Hi I think I'm missing something on this question... To determine the exposure during the year, we have been given the following information: Number of policies in force at the start of the year=288,280 Number of new written policies in year=19,000 Number of cancellations in year=9,000 My approach (which I was quite sure was wrong at the time) was to: 1. Assume policies were annual so all those in force at the start of the tear would expire at some point throughout the year (on average half way through) 2. Exposure from the above is therefore half of the policies in force at the start of the year on average 3. Then follow the same halving approach for new policies written and cancellations The solution however takes the exposure to be 288,280 + (19,000 - 9,000)/2 Looking back at the question, I guess my question is why aren't the policies in force at the start of the year being halved to obtain the exposure? Is it because all of these policies are assumed to renew when they expire apart from the 9,000 cancellations and the 19,000 policies are new business on top of that? I understood the details given as the cancellations being mid-term (not lapses at renewal) and the written policies in the year being 19,000 which I think is where I misunderstood. That would lead to a huge drop off in live policies at the end of the year!
I have some sympathy with you here, it's easy to see why you fell into this trap. Let's not get too bogged down into which policies cancel, and which lapse at renewal etc. We'll just think about the concepts instead ... What you did was to look at how much of each policy would be earned during the forthcoming year. But you're quite right, the data we're given would seem to imply a huge drop off in the amount of business written, so that can't be right. Instead, let's think about the number of policies in force at the start of the year and the end of the year. Number in force at the start = 288280 Number in force at the end = existing policies + new policies - cancellations =288280 + 19000 + 9000 So the average number of polices in force during the year is the average of these figures, which is 288280 +19000/2 + 9000/2
Thanks Katherine. I figured this was the approach that should have been taken. Just a bit confusing with what the terminology used is actually telling you. I guess it's cases like this where common sense needs to take over!
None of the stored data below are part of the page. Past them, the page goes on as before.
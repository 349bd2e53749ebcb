import { expect, test } from 'vitest'
import type { Field } from '../../src/passages/columns.ts'
import { type Layout, layoutOf } from '../../src/passages/layout.ts'

const LEGACY_US =
  'MMSI,BaseDateTime,LAT,LON,SOG,COG,Heading,VesselName,IMO,CallSign,VesselType,Status,Length,Width,Draft,Cargo,TransceiverClass'
const NEWER_US =
  'mmsi,base_date_time,longitude,latitude,sog,cog,heading,vessel_name,imo,call_sign,vessel_type,status,length,width,draft,cargo,transceiver'
const DANISH =
  '# Timestamp,Type of mobile,MMSI,Latitude,Longitude,Navigational status,ROT,SOG,COG,Heading,IMO,Callsign,Name,Ship type,Cargo type,Width,Length,Type of position fixing device,Draught,Destination,ETA,Data source type,A,B,C,D'
const NORWEGIAN = 'mmsi;lon;lat;date_time_utc;sog;cog;true_heading;nav_status;rot;message_nr;source'

function read(header: string, delimiter = ','): Layout {
  const { layout, errors } = layoutOf(header.split(delimiter), 1)
  expect(errors).toBeUndefined()
  return layout!
}

const found = ({ columns }: Layout) =>
  Object.fromEntries(Object.entries(columns).filter(([, index]) => index >= 0))

const US = {
  mmsi: 0,
  time: 1,
  lat: 2,
  lon: 3,
  sog_kn: 4,
  cog_deg: 5,
  heading_deg: 6,
  vessel_name: 7,
  ship_type: 10,
  nav_status: 11,
  length_m: 12,
  beam_m: 13,
  draught_m: 14,
  type_of_mobile: 16,
}

test('the older US layout: the ship type is the vessel type, not the cargo', () => {
  const layout = read(LEGACY_US)
  expect(found(layout)).toEqual(US)
  expect(layout.ignoredColumns).toEqual(['IMO', 'CallSign', 'Cargo'])
  expect(layout).toMatchObject({ isZoneless: true, isDayFirst: false, publication: 'marinecadastre' })
})

test('the newer US layout has the longitude first', () => {
  const layout = read(NEWER_US)
  expect(found(layout)).toEqual({ ...US, lon: 2, lat: 3 })
  expect(layout).toMatchObject({ isZoneless: true, isDayFirst: false })
})

test('files before 2018 have no transceiver class, and some misspell it', () => {
  expect(read(LEGACY_US.replace(',TransceiverClass', '')).columns.type_of_mobile).toBe(-1)
  expect(read(LEGACY_US.replace('Transceiver', 'Transciever')).columns.type_of_mobile).toBe(16)
})

test('the Danish layout has the width first, and days before months', () => {
  const layout = read(DANISH)
  expect(found(layout)).toEqual({
    time: 0,
    type_of_mobile: 1,
    mmsi: 2,
    lat: 3,
    lon: 4,
    nav_status: 5,
    sog_kn: 7,
    cog_deg: 8,
    heading_deg: 9,
    vessel_name: 12,
    ship_type: 13,
    beam_m: 15,
    length_m: 16,
    draught_m: 18,
  })
  expect(layout).toMatchObject({ isZoneless: true, isDayFirst: true })
  expect(layout.ignoredColumns).toContain('Cargo type')
})

test('the Norwegian layout', () => {
  const layout = read(NORWEGIAN, ';')
  expect(found(layout)).toEqual({
    mmsi: 0,
    lon: 1,
    lat: 2,
    time: 3,
    sog_kn: 4,
    cog_deg: 5,
    heading_deg: 6,
    nav_status: 7,
  })
  expect(layout).toMatchObject({ isZoneless: true, isDayFirst: false })
  expect(layout.ignoredColumns).toEqual(['rot', 'message_nr', 'source'])
})

test('our own names, with an ENI in place of an MMSI; times need a zone', () => {
  const layout = read('time,eni,lat,lon,sog_kn,vessel_class,loading,current_mps')
  expect(layout).toMatchObject({ isZoneless: false, isDayFirst: false, publication: undefined })
  expect(layout.columns).toMatchObject({ eni: 1, mmsi: -1, vessel_class: 5, loading: 6, current_mps: 7 })
})

test('ignored columns are listed in order, once, without empty names', () => {
  expect(read('b,time,a,mmsi,lat,lon,sog,b,,__proto__,constructor').ignoredColumns).toEqual([
    'b',
    'a',
    '__proto__',
    'constructor',
  ])
})

const faults = (header: string, line = 1) =>
  layoutOf(header.split(','), line).errors?.map(({ parameter, code, line: at }) => [parameter, code, at])

test('everything that a header lacks is told at once, with the names that would do', () => {
  expect(faults('a,b', 3)).toEqual([
    ['time', 'required', 3],
    ['lat', 'required', 3],
    ['lon', 'required', 3],
    ['sog_kn', 'required', 3],
    ['mmsi', 'required', 3],
  ])
  const [speed] = layoutOf(['time', 'mmsi', 'lat', 'lon', 'speed'], 1).errors!
  expect(speed).toMatchObject({ parameter: 'sog_kn', code: 'required', line: 1 })
  expect(speed!.allowed).toContain('sog')
  expect(speed!.detail).toContain('sog_knots')
})

test('two columns for one field clash, whatever they are called', () => {
  expect(faults('time,mmsi,lat,latitude,lon,sog,SOG,Timestamp')).toEqual([
    ['latitude', 'clash', 1],
    ['SOG', 'clash', 1],
    ['Timestamp', 'clash', 1],
  ])
})

test('a field cannot be named after what every object has', () => {
  const columns: Partial<Record<Field, number>> = read('__proto__,time,mmsi,lat,lon,sog').columns
  expect(Object.keys(columns)).toHaveLength(22)
  expect(({} as Record<string, unknown>)['0']).toBeUndefined()
})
Hi Katherine, If the 288280 policies were in force at the start of the year, wouldn't they be expired by the end of the year?
That's exactly the trap that PDF1987 fell into Aditya. You're interpreting the question to mean that none of those 288280 polices renew. This would give a catastrophic fall in the number of policies in force over the year, as PDF quite rightly said. We have to think that can't be right, and interpret it as per the explanation below.